## WHAT THIS TASK INVOLVES
Could you write out the records below exactly, without omitting a line?

## GIVEN RECORDS
╭──
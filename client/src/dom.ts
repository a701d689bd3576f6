/** Tiny DOM helpers: elements are built with the DOM API only (no innerHTML, no inline styles). */

type Child = Node | string | null | undefined | false;
type Attrs = Record<string, string | number | boolean | null | undefined>;

function applyAttrs(el: Element, attrs: Attrs): void {
  for (const [k, v] of Object.entries(attrs)) {
    if (v === null || v === undefined || v === false) continue;
    el.setAttribute(k, v === true ? '' : String(v));
  }
}

function append(el: Element, children: Child[]): void {
  for (const c of children) {
    if (c === null || c === undefined || c === false) continue;
    el.append(typeof c === 'string' ? document.createTextNode(c) : c);
  }
}

export function h<K extends keyof HTMLElementTagNameMap>(tag: K, attrs: Attrs = {}, ...children: Child[]): HTMLElementTagNameMap[K] {
  const el = document.createElement(tag);
  applyAttrs(el, attrs);
  append(el, children);
  return el;
}

const svgNs = 'http://www.w3.org/2000/svg';

export function svg<K extends keyof SVGElementTagNameMap>(tag: K, attrs: Attrs = {}, ...children: Child[]): SVGElementTagNameMap[K] {
  const el = document.createElementNS(svgNs, tag);
  applyAttrs(el, attrs);
  append(el, children);
  return el;
}

export function byId<T extends HTMLElement = HTMLElement>(id: string): T {
  const el = document.getElementById(id);
  if (!el) throw new Error(`page element #${id} is missing`);
  return el as T;
}

/** Id for a field from its JSON path: "doses[0].amount" → "f-doses-0-amount". */
export function fieldId(path: string): string {
  return `f-${path.replace(/[^A-Za-z0-9]+/g, '-').replace(/-$/, '')}`;
}

/** Finds the element carrying a JSON path (an input, select or textarea). */
export function findByPath(root: ParentNode, path: string): HTMLElement | null {
  return root.querySelector<HTMLElement>(`[data-path="${CSS.escape(path)}"]`);
}

/** Key that identifies a focusable control across re-renders. */
export function focusKey(el: Element | null): string | null {
  if (!(el instanceof HTMLElement)) return null;
  return el.dataset.path !== undefined ? `path:${el.dataset.path}` : el.dataset.focusKey !== undefined ? `key:${el.dataset.focusKey}` : null;
}

export function findByFocusKey(root: ParentNode, key: string): HTMLElement | null {
  const [kind, value] = [key.slice(0, key.indexOf(':')), key.slice(key.indexOf(':') + 1)];
  const attr = kind === 'path' ? 'data-path' : 'data-focus-key';
  return root.querySelector<HTMLElement>(`[${attr}="${CSS.escape(value)}"]`);
}

/** Starts a download of text as a file (a blob URL; nothing inline). */
export function download(filename: string, text: string, type: string): void {
  const url = URL.createObjectURL(new Blob([text], { type }));
  const a = h('a', { href: url, download: filename, class: 'visually-hidden' });
  document.body.append(a);
  a.click();
  a.remove();
  setTimeout(() => URL.revokeObjectURL(url), 1000);
}

/** A file name from a title: "Brennock 400 mg…" → "brennock-400-mg". */
export function slug(text: string | undefined, fallback: string): string {
  const s = (text ?? '')
    .toLowerCase()
    .normalize('NFKD')
    .replace(/[^a-z0-9]+/g, '-')
    .replace(/^-+|-+$/g, '')
    .slice(0, 60);
  return s || fallback;
}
╰──
## EXERCISE OUTPUT
filename client/src/dom.ts
repository a701d689bd3576f6
/** Tiny DOM helpers: elements are built with the DOM API only (no innerHTML, no inline styles). */

type Child = Node | string | null | undefined | false;
type Attrs = Record<string, string | number | boolean | null | undefined>;

function applyAttrs(el: Element, attrs: Attrs): void {
  for (const [k, v] of Object.entries(attrs)) {
    if (v === null || v === undefined || v === false) continue;
    el.setAttribute(k, v === true ? '' : String(v));
  }
}

function append(el: Element, children: Child[]): void {
  for (const c of children) {
    if (c === null || c === undefined || c === false) continue;
    el.append(typeof c === 'string' ? document.createTextNode(c) : c);
  }
}

export function h<K extends keyof HTMLElementTagNameMap>(tag: K, attrs: Attrs = {}, ...children: Child[]): HTMLElementTagNameMap[K] {
  const el = document.createElement(tag);
  applyAttrs(el, attrs);
  append(el, children);
  return el;
}

const svgNs = 'http://www.w3.org/2000/svg';

export function svg<K extends keyof SVGElementTagNameMap>(tag: K, attrs: Attrs = {}, ...children: Child[]): SVGElementTagNameMap[K] {
  const el = document.createElementNS(svgNs, tag);
  applyAttrs(el, attrs);
  append(el, children);
  return el;
}

export function byId<T extends HTMLElement = HTMLElement>(id: string): T {
  const el = document.getElementById(id);
  if (!el) throw new Error(`page element #${id} is missing`);
  return el as T;
}

/** Id for a field from its JSON path: "doses[0].amount" → "f-doses-0-amount". */
export function fieldId(path: string): string {
  return `f-${path.replace(/[^A-Za-z0-9]+/g, '-').replace(/-$/, '')}`;
}

/** Finds the element carrying a JSON path (an input, select or textarea). */
export function findByPath(root: ParentNode, path: string): HTMLElement | null {
  return root.querySelector<HTMLElement>(`[data-path="${CSS.escape(path)}"]`);
}

/** Key that identifies a focusable control across re-renders. */
export function focusKey(el: Element | null): string | null {
  if (!(el instanceof HTMLElement)) return null;
  return el.dataset.path !== undefined ? `path:${el.dataset.path}` : el.dataset.focusKey !== undefined ? `key:${el.dataset.focusKey}` : null;
}

export function findByFocusKey(root: ParentNode, key: string): HTMLElement | null {
  const [kind, value] = [key.slice(0, key.indexOf(':')), key.slice(key.indexOf(':') + 1)];
  const attr = kind === 'path' ? 'data-path' : 'data-focus-key';
  return root.querySelector<HTMLElement>(`[${attr}="${CSS.escape(value)}"]`);
}

/** Starts a download of text as a file (a blob URL; nothing inline). */
export function download(filename: string, text: string, type: string): void {
  const url = URL.createObjectURL(new Blob([text], { type }));
  const a = h('a', { href: url, download: filename, class: 'visually-hidden' });
  document.body.append(a);
  a.click();
  a.remove();
  setTimeout(() => URL.revokeObjectURL(url), 1000);
}

/** A file name from a title: "Brennock 400 mg…" → "brennock-400-mg". */
export function slug(text: string | undefined, fallback: string): string {
  const s = (text ?? '')
    .toLowerCase()
    .normalize('NFKD')
    .replace(/[^a-z0-9]+/g, '-')
    .replace(/^-+|-+$/g, '')
    .slice(0, 60);
  return s || fallback;
}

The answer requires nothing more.